Composition / ingredients
Cooking method
1. Remove the beef ribs from the refrigerator and keep them at room temperature for 2 hours.
2. For caramelization, spices and powdered sugar are taken in a ratio of 3: 1 (that is, for 3 tablespoons of seasonings, 1 tablespoon of powdered sugar is needed). So, mix the powdered sugar well with your favorite dry spices.
3. In the resulting mixture, roll the ribs well.
4. Heat a frying pan with olive oil.
5. Put the ribs in the pan, fry on all four sides. You do not need to cook them completely, you only need a crust, that is, to seal the meat, then it will be delicious and juicy inside.
6. Cut the onion in half, you can not even clean it, but only pre-wash and dry it, but if you want, of course, you can remove the husk.
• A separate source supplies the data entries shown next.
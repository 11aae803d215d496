"""Session: edits go through the undo stack, recompute once, refused edits change nothing."""

import datetime as dt

from workbench.core.commands import EditActivity, SetPredecessors
from workbench.core.model import Activity, Link, Plan, Settings
from workbench.ui.session import Session


def chain_plan() -> Plan:
    acts = [Activity("A", duration=2), Activity("B", duration=3), Activity("C", duration=4)]
    return Plan(Settings(start=dt.date(2026, 3, 2)), acts, [Link("A", "B"), Link("B", "C")])


def test_push_recomputes_once_and_undo_restores(qtbot):
    session = Session(chain_plan())
    assert session.analysis.schedule.finish == 9
    calls = []
    session.schedule_changed.connect(lambda: calls.append(1))
    assert session.push(EditActivity("B", duration=5))
    assert calls == [1]
    assert session.analysis.schedule.finish == 11
    session.undo_stack.undo()
    assert session.plan.activity("B").duration == 3
    assert session.analysis.schedule.finish == 9
    session.undo_stack.redo()
    assert session.analysis.schedule.finish == 11
    assert len(calls) == 3


def test_cycle_is_refused_with_the_loop_named(qtbot):
    session = Session(chain_plan())
    before = (session.plan.activities, list(session.plan.links))
    messages = []
    session.edit_refused.connect(messages.append)
    assert not session.push(SetPredecessors("A", [Link("C", "A")]))
    assert (session.plan.activities, session.plan.links) == before
    assert session.undo_stack.count() == 0
    assert len(messages) == 1
    assert "loop" in messages[0]
    for name in "ABC":
        assert name in messages[0]
    assert session.analysis is not None


def test_simulation_marked_stale_on_change(qtbot):
    session = Session(chain_plan())
    session.set_simulation(object())
    with qtbot.waitSignal(session.simulation_changed):
        session.push(EditActivity("A", name="x"))
    assert session.simulation is None


def test_selection_drops_removed_ids(qtbot):
    session = Session(chain_plan())
    with qtbot.waitSignal(session.selection_changed) as sig:
        session.select(["B", "Z", "B"])
    assert sig.args == [["B"]]
    assert session.selected() == ["B"]


def test_engine_fault_refuses_the_edit_without_a_traceback(qtbot, monkeypatch):
    import workbench.ui.session as session_module
    session = Session(chain_plan())

    def broken(plan):
        raise FloatingPointError("overflow in the forward pass")

    monkeypatch.setattr(session_module, "analyze", broken)
    assert not session.push(EditActivity("B", duration=5))
    assert session.plan.activity("B").duration == 3
    assert "could not be computed" in session.last_refusal and "overflow" in session.last_refusal


def test_unschedulable_plan_still_accepts_edits(qtbot):
    plan = chain_plan()
    plan.set_links(plan.links + [Link("C", "A")])  # a loop left in by a script
    session = Session(plan)
    assert session.analysis is None and "loop" in session.analysis_error
    assert session.push(SetPredecessors("A", []))  # the fix is accepted
    assert session.analysis is not None and session.analysis.schedule.finish == 9
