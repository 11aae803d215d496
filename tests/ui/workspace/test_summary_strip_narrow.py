"""On a 1024×768 projector the summary strip keeps each figure to its lines: the other
method's line drops "(single path)", a caption says "(sim.)", and the critical path shows
as many ids as fit one line (the whole path stays in its tooltip), so the table below keeps
its rows. Wide, every wording is whole."""

from PySide6.QtGui import QFontMetrics

from support.ui import sample_plan, shown
from workbench.core.montecarlo import simulate
from workbench.core.demo import demo_plan
from workbench.ui.session import Session
from workbench.ui.workspace.summary_strip import SummaryStrip


def one_line(label) -> bool:
    return QFontMetrics(label.font()).horizontalAdvance(label.text()) <= label.contentsRect().width()


def strip_at(qtbot, plan, width):
    session = Session(plan)
    session.set_simulation(simulate(plan, 1000, seed=2))
    strip = shown(qtbot, SummaryStrip(session), (width, 200))
    strip.resize(width, 200)
    qtbot.wait(20)
    return strip


def test_narrow_every_line_fits_and_the_words_shorten(qtbot):
    strip = strip_at(qtbot, demo_plan(), 1000)
    full = strip.texts()
    for key in strip.FIELDS:
        assert one_line(strip.besides[key]), strip.besides[key].text()
        assert one_line(strip.captions[key]), strip.captions[key].text()
    assert strip.besides["finish"].text().startswith("PERT: ") and "(single path)" in full["finish_beside"]
    path = strip.values["path"]
    assert one_line(path) and path.text() != full["path"] and path.text().startswith("M0 → D1 → D2")
    assert path.toolTip().count("→") == len(strip.session.analysis.pert.path) - 1


def test_the_whole_wording_wherever_it_fits(qtbot):
    for width in (1024, 1800):
        strip = strip_at(qtbot, sample_plan(), width)
        full = strip.texts()
        pairs = [(strip.captions[k], full[f"{k}_caption"]) for k in strip.FIELDS]
        pairs += [(strip.besides[k], full[f"{k}_beside"]) for k in strip.FIELDS] + [(strip.values["path"], full["path"])]
        for label, whole in pairs:
            fits = QFontMetrics(label.font()).horizontalAdvance(whole) <= label.contentsRect().width()
            assert label.text() == whole or not fits, (label.text(), whole)     # shortened only when it must
            assert one_line(label) or label.text() == whole


def test_an_unshown_strip_says_everything_whole(qtbot):
    session = Session(sample_plan())
    strip = SummaryStrip(session)
    qtbot.addWidget(strip)
    full = strip.texts()
    assert [strip.besides[k].text() for k in strip.FIELDS] == [full[f"{k}_beside"] for k in strip.FIELDS]
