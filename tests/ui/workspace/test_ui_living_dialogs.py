"""Moving the status date and managing baselines in the window: one undo step each,
refusals named, the compared baseline chosen."""

import datetime as dt
from pathlib import Path

import pytest

from support.ui import ui_env, window  # noqa: F401 (fixtures)
from workbench.core.montecarlo import simulate
from workbench.io.planfile import load_plan
from workbench.ui.session import Session
from workbench.ui.workspace import baselines_dialog as bd
from workbench.ui.workspace.status_dialog import StatusDateDialog, rows_to_ask
from workbench.ui.workspace.settings_dialog import to_qdate

SAMPLE = Path(__file__).resolve().parents[2] / "data" / "harbour_kiosk_progress_v3.slw"


@pytest.fixture
def session(qapp):
    return Session(load_plan(SAMPLE))


def _set(dialog, act_id, column, text):
    for r in range(dialog.table.rowCount()):
        if dialog.table.item(r, 0).text() == act_id:
            dialog.table.item(r, column).setText(text)
            return
    raise AssertionError(f"{act_id} is not asked for")


def test_the_dialog_asks_for_work_in_progress_and_work_due_to_start(session):
    ids = rows_to_ask(session.analysis, dt.date(2026, 3, 20))
    assert "SURV" not in ids and {"PERM", "STRIP"} <= set(ids)
    assert "ELEC" in ids          # planned to start before the end of 20 March


def test_moving_the_status_date_with_remaining_work_is_one_undo_step(session):
    dialog = StatusDateDialog(session)
    dialog.date.setDate(to_qdate(dt.date(2026, 3, 20)))
    _set(dialog, "STRIP", 3, "2026-03-17")          # actual finish
    _set(dialog, "PERM", 4, "1 / 2 / 4")            # remaining
    _set(dialog, "ELEC", 2, "2026-03-18")           # actual start
    _set(dialog, "ELEC", 4, "3")
    before = session.undo_stack.count()
    dialog._accept()
    plan = session.plan
    assert plan.settings.status_date == dt.date(2026, 3, 20) and session.undo_stack.count() == before + 1
    assert plan.activity("STRIP").progress.actual_finish == dt.date(2026, 3, 17)
    assert plan.activity("PERM").progress.remaining_pessimistic == 4 and plan.activity("ELEC").progress.remaining == 3
    session.undo_stack.undo()
    assert plan.settings.status_date == dt.date(2026, 3, 13) and plan.activity("ELEC").progress is None


def test_a_bad_row_is_refused_and_nothing_changes(session):
    dialog = StatusDateDialog(session)
    dialog.date.setDate(to_qdate(dt.date(2026, 3, 20)))
    _set(dialog, "ELEC", 2, "2026-03-25")           # after the new status date
    before = session.undo_stack.count()
    dialog._accept()
    words = "activity ELEC: actual start Wed 25 Mar 2026 is after the status date Fri 20 Mar 2026"
    assert words in dialog.message.text()
    assert session.undo_stack.count() == before and session.plan.settings.status_date == dt.date(2026, 3, 13)


def test_baselines_are_recorded_renamed_approved_and_deleted_as_undo_steps(session, monkeypatch):
    dialog = bd.BaselinesDialog(session)
    monkeypatch.setattr(bd.QInputDialog, "getText", lambda *a, **k: ("March update", True))
    dialog.record()
    assert [b.name for b in session.plan.baselines] == ["Board approval rev B", "March update"]
    assert dialog.table.rowCount() == 2 and dialog.table.item(0, 5).text() == bd.APPROVED_MARK
    dialog.table.selectRow(1)
    dialog.approve()
    assert bd.bl.approved(session.plan.baselines).name == "March update"
    monkeypatch.setattr(bd.QInputDialog, "getText", lambda *a, **k: ("March, week 2", True))
    dialog.rename()
    dialog.table.selectRow(0)
    dialog.delete()
    assert [(b.name, b.approved) for b in session.plan.baselines] == [("March, week 2", True)]
    for _ in range(4):
        session.undo_stack.undo()
    assert [(b.name, b.approved) for b in session.plan.baselines] == [("Board approval rev B", True)]


def test_the_compared_baseline_is_chosen_in_the_dialog(session):
    assert bd.record_current(session, "Now")
    dialog = bd.BaselinesDialog(session)
    dialog.compare.setCurrentText("Now")
    dialog._compare_chosen()
    assert session.compare_baseline == "Now" and session.variance().finish_variance == 0
    dialog.compare.setCurrentText(bd.AUTO)
    dialog._compare_chosen()
    assert session.variance().baseline.name == "Board approval rev B"


def test_a_duplicate_name_is_refused(session):
    assert not bd.record_current(session, "Board approval rev B")
    assert "exists already" in session.last_refusal


def test_the_exported_pack_becomes_the_approved_baseline(window, ui_env, tmp_path):
    from workbench.io.planfile import plan_hash
    from workbench.ui.workspace.living_menu import record_last_pack
    from workbench.ui.workspace.pack_export import export_pack

    assert not record_last_pack(window, "Too early")
    assert "no approval pack" in window.session.last_refusal
    ui_env.replies.update({"ask_save_path": str(tmp_path / "p.pdf"), "open_externally": True})
    window.session.set_simulation(simulate(window.session.plan, 300, seed=5))
    export_pack(window)
    assert "Record the Last Pack as the Baseline" in window.statusBar().currentMessage()
    assert record_last_pack(window, "Board, March")
    (base,) = window.session.plan.baselines
    assert base.approved and base.plan_hash == plan_hash(window.session.plan) == window.last_pack.hash
    assert base.simulation.seed == 5
    window.session.undo_stack.undo()
    assert window.session.plan.baselines == []


def test_the_progress_demo_opens_as_a_new_plan(window, ui_env):
    from workbench.ui.workspace.living_menu import open_progress_demo

    assert open_progress_demo(window)
    plan = window.session.plan
    assert plan.odds_trend and any(b.approved for b in plan.baselines)
    assert window.files.path is None and window.session.variance() is not None


def test_the_settings_dialog_keeps_the_progress_rule(session):
    from workbench.ui.workspace.settings_dialog import SettingsDialog

    assert session.plan.settings.progress_rule == "progress override"
    assert SettingsDialog(session.plan.settings).result_settings().progress_rule == "progress override"
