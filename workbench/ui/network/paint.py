"""One paint routine for the Network: screen item, image/SVG export and printing share it.

Everything is drawn in layout units; ``scale`` (device pixels per unit) picks the level of
detail and keeps hairlines visible. Only nodes and links meeting the visible rectangle are
drawn; when most of the drawing is visible, links go out in one batched call per style.
"""

from __future__ import annotations

import numpy as np
from PySide6.QtCore import QLineF, QPointF, QRectF, Qt
from PySide6.QtGui import QFontMetricsF, QPainter, QPen, QPolygonF

from workbench.figures import network_style as ns

from workbench.figures.network_labels import date_cells
from workbench.ui.network import detail
from workbench.ui.network.shapes import clip, colour, font, inside, pen

TINY_PX = 40       # far-out picture cache below this node width (see item.py)
COMPACT_PX = 140   # narrower than this: id and name only (see detail.py for the levels)
LABEL_SCALE = 0.2  # link labels from this zoom on
TINY_IDS = 600     # far out, ids are written in at most this many visible boxes
AA_SEGMENTS = 250  # smooth (antialiased) ordinary links only when this few are visible
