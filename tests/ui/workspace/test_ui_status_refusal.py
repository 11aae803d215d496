"""Refused progress is told where the planner typed it: inside the status-date dialog (a
message line, the cell marked and focused, the typing kept), and in words that fit the
surface — the window names its column and its menu, the command line its option."""

import dataclasses
import datetime as dt
import shutil
from pathlib import Path

import pytest
from PySide6.QtCore import Qt
from PySide6.QtWidgets import QDialog, QDialogButtonBox, QLabel

from support.ui import ui_env, window  # noqa: F401 (fixtures)
from workbench.cli import main
from workbench.core.date_text import show_date
from workbench.io.planfile import load_plan, save_plan
from workbench.ui.activities import columns as C
from workbench.ui.workspace.settings_dialog import to_qdate
from workbench.ui.workspace.status_dialog import MARK, StatusDateDialog, dates_as_shown

SAMPLE = Path(__file__).resolve().parents[2] / "data" / "harbour_kiosk_progress_v3.slw"
START, FINISH, REMAINING = 2, 3, 4          # the dialog's columns
PC_WINDOW = "activity FIT: % done needs an actual start: give the actual start (the date work began) first"
PC_FILE = "activity FIT: percent complete needs an actual start: give the actual start (the date work began) first"
NO_STATUS = "activity SURV has progress, so the plan needs a status date"


@pytest.fixture
def kiosk_window(window):
    window.session.load(load_plan(SAMPLE))
    return window


def open_dialog(qtbot, win, day=dt.date(2026, 3, 20)):
    dialog = StatusDateDialog(win.session, win)
    qtbot.addWidget(dialog)
    dialog.date.setDate(to_qdate(day))
    dialog.show()
    qtbot.waitExposed(dialog)
    return dialog


def row(dialog, act_id):
    return next(r for r in range(dialog.table.rowCount()) if dialog.table.item(r, 0).text() == act_id)


def type_in(dialog, act_id, column, text):
    dialog.table.item(row(dialog, act_id), column).setText(text)


def text_at(dialog, act_id, column):
    return dialog.table.item(row(dialog, act_id), column).text()


def press_ok(qtbot, dialog):
    ok = dialog.findChild(QDialogButtonBox).button(QDialogButtonBox.StandardButton.Ok)
    qtbot.mouseClick(ok, Qt.MouseButton.LeftButton)


def marked(dialog):
    """(row, column) of every cell tinted as at fault."""
    t = dialog.table
    return [(r, c) for r in range(t.rowCount()) for c in range(t.columnCount())
            if t.item(r, c).background().color() == MARK]


def test_a_finish_before_the_start_is_told_in_the_dialog_and_corrected_there(qtbot, kiosk_window):
    session, plan = kiosk_window.session, kiosk_window.session.plan
    dialog = open_dialog(qtbot, kiosk_window)
    type_in(dialog, "ELEC", START, "2026-03-18")
    type_in(dialog, "ELEC", FINISH, "16 Mar 2026")       # before the start, typed as the window shows dates
    type_in(dialog, "PERM", REMAINING, "1 / 2 / 4")
    before = session.undo_stack.count()
    press_ok(qtbot, dialog)
    assert dialog.isVisible() and dialog.message.isVisible()
    # the dates as the dialog's cells show them
    assert ("activity ELEC: actual finish Mon 16 Mar 2026 is before its actual start Wed 18 Mar 2026"
            in dialog.message.text())
    assert marked(dialog) == [(row(dialog, "ELEC"), FINISH)]
    cell = dialog.table.item(row(dialog, "ELEC"), FINISH)
    assert cell.font().bold() and "actual finish" in cell.toolTip()
    assert (dialog.table.currentRow(), dialog.table.currentColumn()) == (row(dialog, "ELEC"), FINISH)
    assert dialog.focusWidget() is dialog.table
    # nothing changed, nothing said behind the dialog, the typing is all still there
    assert session.undo_stack.count() == before and plan.settings.status_date == dt.date(2026, 3, 13)
    assert session.last_refusal is None and kiosk_window.notice.text() == ""
    assert (text_at(dialog, "ELEC", START), text_at(dialog, "ELEC", FINISH),
            text_at(dialog, "PERM", REMAINING)) == ("2026-03-18", "16 Mar 2026", "1 / 2 / 4")

    type_in(dialog, "ELEC", FINISH, "2026-03-19")             # typing there takes the mark away
    assert marked(dialog) == [] and not dialog.message.isVisible()
    press_ok(qtbot, dialog)
    assert dialog.result() == QDialog.DialogCode.Accepted and not dialog.isVisible()
    assert session.undo_stack.count() == before + 1
    assert plan.activity("ELEC").progress.actual_finish == dt.date(2026, 3, 19)
    assert plan.activity("PERM").progress.remaining_pessimistic == 4
    session.undo_stack.undo()                                 # one step takes all of it back
    assert plan.settings.status_date == dt.date(2026, 3, 13) and plan.activity("ELEC").progress is None
    assert plan.activity("PERM").progress.remaining_pessimistic == 9


def test_a_date_after_the_new_status_date_marks_the_actual_start(qtbot, kiosk_window):
    dialog = open_dialog(qtbot, kiosk_window)
    type_in(dialog, "ELEC", START, "2026-03-25")
    press_ok(qtbot, dialog)
    words = "activity ELEC: actual start Wed 25 Mar 2026 is after the status date Fri 20 Mar 2026"
    assert words in dialog.message.text()
    assert marked(dialog) == [(row(dialog, "ELEC"), START)]
    assert kiosk_window.session.plan.settings.status_date == dt.date(2026, 3, 13)
    type_in(dialog, "ELEC", START, "2026-03-19")              # put right: the mark and the message go
    press_ok(qtbot, dialog)
    assert dialog.result() == QDialog.DialogCode.Accepted
    assert kiosk_window.session.plan.activity("ELEC").progress.actual_start == dt.date(2026, 3, 19)


def test_text_in_the_remaining_cell_is_marked_there(qtbot, kiosk_window):
    dialog = open_dialog(qtbot, kiosk_window)
    type_in(dialog, "PERM", REMAINING, "two weeks")
    press_ok(qtbot, dialog)
    assert "activity PERM: remaining" in dialog.message.text()
    assert marked(dialog) == [(row(dialog, "PERM"), REMAINING)]


def test_moving_the_date_keeps_what_was_typed(qtbot, kiosk_window):
    dialog = open_dialog(qtbot, kiosk_window)
    type_in(dialog, "ELEC", START, "2026-03-25")
    press_ok(qtbot, dialog)
    dialog.date.setDate(to_qdate(dt.date(2026, 3, 27)))      # the other way to put it right
    assert text_at(dialog, "ELEC", START) == "2026-03-25" and not dialog.message.isVisible()
    assert marked(dialog) == []
    dialog.date.setDate(to_qdate(dt.date(2026, 3, 16)))      # ELEC no longer due, but it was typed into
    assert text_at(dialog, "ELEC", START) == "2026-03-25"


def test_the_status_date_was_is_shown_as_the_window_shows_dates(qtbot, kiosk_window):
    dialog = open_dialog(qtbot, kiosk_window)
    labels = [w.text() for w in dialog.findChildren(QLabel)]
    assert show_date(dt.date(2026, 3, 13)) in labels and "2026-03-13" not in labels


def test_only_real_dates_in_a_message_are_rewritten():
    assert dates_as_shown("finish 2026-03-16, not 2026-02-30 nor 12026-03-16") == \
        "finish Mon 16 Mar 2026, not 2026-02-30 nor 12026-03-16"


# --- the words: % done without an actual start -------------------------------------------
def test_percent_done_without_an_actual_start_says_what_to_do_in_the_window(kiosk_window):
    model = kiosk_window.activities.model
    before = kiosk_window.session.plan.activity("FIT")
    index = model.index(kiosk_window.session.plan.row_of("FIT"), C.INDEX["percent_complete"])
    assert not model.setData(index, "30")
    assert kiosk_window.session.last_refusal == PC_WINDOW
    assert kiosk_window.notice.text() == f"Not applied: {PC_WINDOW}"
    assert kiosk_window.session.plan.activity("FIT") == before


def test_percent_complete_without_an_actual_start_in_a_table_file_names_the_file_field(tmp_path, capsys):
    table = tmp_path / "kiosk.csv"
    table.write_text("id,name,duration,actual start,percent complete\n"
                     "SURV,Survey the site,3,2026-03-02,\nFIT,Fit counters,6,,30\n", encoding="utf-8")
    code = main(["import", str(table), "-o", str(tmp_path / "k.slw"), "--start", "2026-03-02",
                 "--status-date", "2026-03-13"])
    err = capsys.readouterr().err
    assert code == 2 and f"row 3, {PC_FILE}" in err and "% done" not in err
    assert not (tmp_path / "k.slw").exists()


# --- the words: a missing status date --------------------------------------------------------
def test_a_missing_status_date_names_the_windows_own_controls(window):
    model = window.activities.model
    index = model.index(window.session.plan.row_of("R"), C.INDEX["actual_start"])
    assert not model.setData(index, "2026-03-03")
    expected = ("activity R has progress, so the plan needs a status date: set one with "
                "Progress \u2192 Move the Status Date\u2026 (or File \u2192 Plan Settings\u2026)")
    assert window.session.last_refusal == expected and "--status-date" not in window.notice.text()
    assert window.session.plan.activity("R").progress is None


@pytest.fixture
def no_status(tmp_path):
    plan = load_plan(SAMPLE)
    plan.settings = dataclasses.replace(plan.settings, status_date=None)
    path = tmp_path / "no_status.slw"
    save_plan(plan, path)
    return path


@pytest.mark.parametrize("verb, way", [
    ("analyze", "give one with --status-date YYYY-MM-DD"),
    ("simulate", "give one with --status-date YYYY-MM-DD"),
    ("check", "this verb reads it from the plan: set one in the window (Progress \u2192 Move the Status Date\u2026) "
              "and save, or give the plan file's settings a status_date"),
])
def test_a_missing_status_date_names_the_command_lines_option_where_the_verb_has_it(capsys, no_status, verb, way):
    code = main([verb, str(no_status)])
    err = capsys.readouterr().err
    assert code == 2 and err.strip() == f"slackline: error: {NO_STATUS}: {way}"


def test_the_option_then_puts_it_right(capsys, no_status, tmp_path):
    copy = tmp_path / "copy.slw"
    shutil.copy(no_status, copy)
    assert main(["analyze", str(copy), "--status-date", "2026-03-13"]) == 0
    capsys.readouterr()
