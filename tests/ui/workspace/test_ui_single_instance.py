"""Single instance: a second launch hands its file to the running window and exits."""

import sys
import textwrap
import uuid

from PySide6.QtCore import QProcess

from workbench.ui.workspace.single_instance import SingleInstance

CLIENT = textwrap.dedent("""
    import sys
    from PySide6.QtCore import QCoreApplication
    app = QCoreApplication([])
    from workbench.ui.workspace.single_instance import SingleInstance
    sys.exit(0 if SingleInstance(sys.argv[1]).hand_over(sys.argv[2]) else 3)
""")


def run_client(qtbot, name: str, path: str) -> QProcess:
    proc = QProcess()
    proc.start(sys.executable, ["-c", CLIENT, name, path])
    assert proc.waitForStarted(10_000)
    return proc


def test_second_launch_hands_over_its_path(qtbot):
    name = f"slackline-test-{uuid.uuid4().hex[:8]}"
    first = SingleInstance(name)
    assert first.listen()
    with qtbot.waitSignal(first.path_received, timeout=20_000) as got:
        proc = run_client(qtbot, name, "/plans/bridge.slw")
    qtbot.waitUntil(lambda: proc.state() == QProcess.ProcessState.NotRunning, timeout=20_000)
    assert got.args == ["/plans/bridge.slw"]
    assert proc.exitCode() == 0
    first.close()


def test_without_a_running_window_the_launch_goes_on(qtbot):
    name = f"slackline-test-{uuid.uuid4().hex[:8]}"
    proc = run_client(qtbot, name, "")
    assert proc.waitForFinished(20_000)
    assert proc.exitCode() == 3  # nobody took it: this launch opens its own window
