import { defineStore } from 'pinia'

// Board filters persist across pages for the session of the tab.
export const useBoardFilters = defineStore('boardFilters', () => {
  const code = ref('')
  const owner = ref('')
  const set = ref('')
  const query = computed(() => ({
    ...(code.value ? { code: code.value } : {}),
    ...(owner.value ? { owner: owner.value } : {}),
    ...(set.value ? { set: set.value } : {}),
  }))
  function clear() {
    code.value = ''
    owner.value = ''
    set.value = ''
  }
  return { code, owner, set, query, clear }
})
Put the onion halves to the meat.
7. Garlic, also pre-washed and dried, put to the meat whole right in the husk.
8. Pour wine.
9. Cover the pan with a layer of foil, put the lid on top.
10. Put the pan in a 220-degree oven for 1 hour.
11. Turn down the heat to 150 degrees and hold for another 1 hour.
12. Turn down the heat a little more (to 140 degrees), cook for another 1 hour.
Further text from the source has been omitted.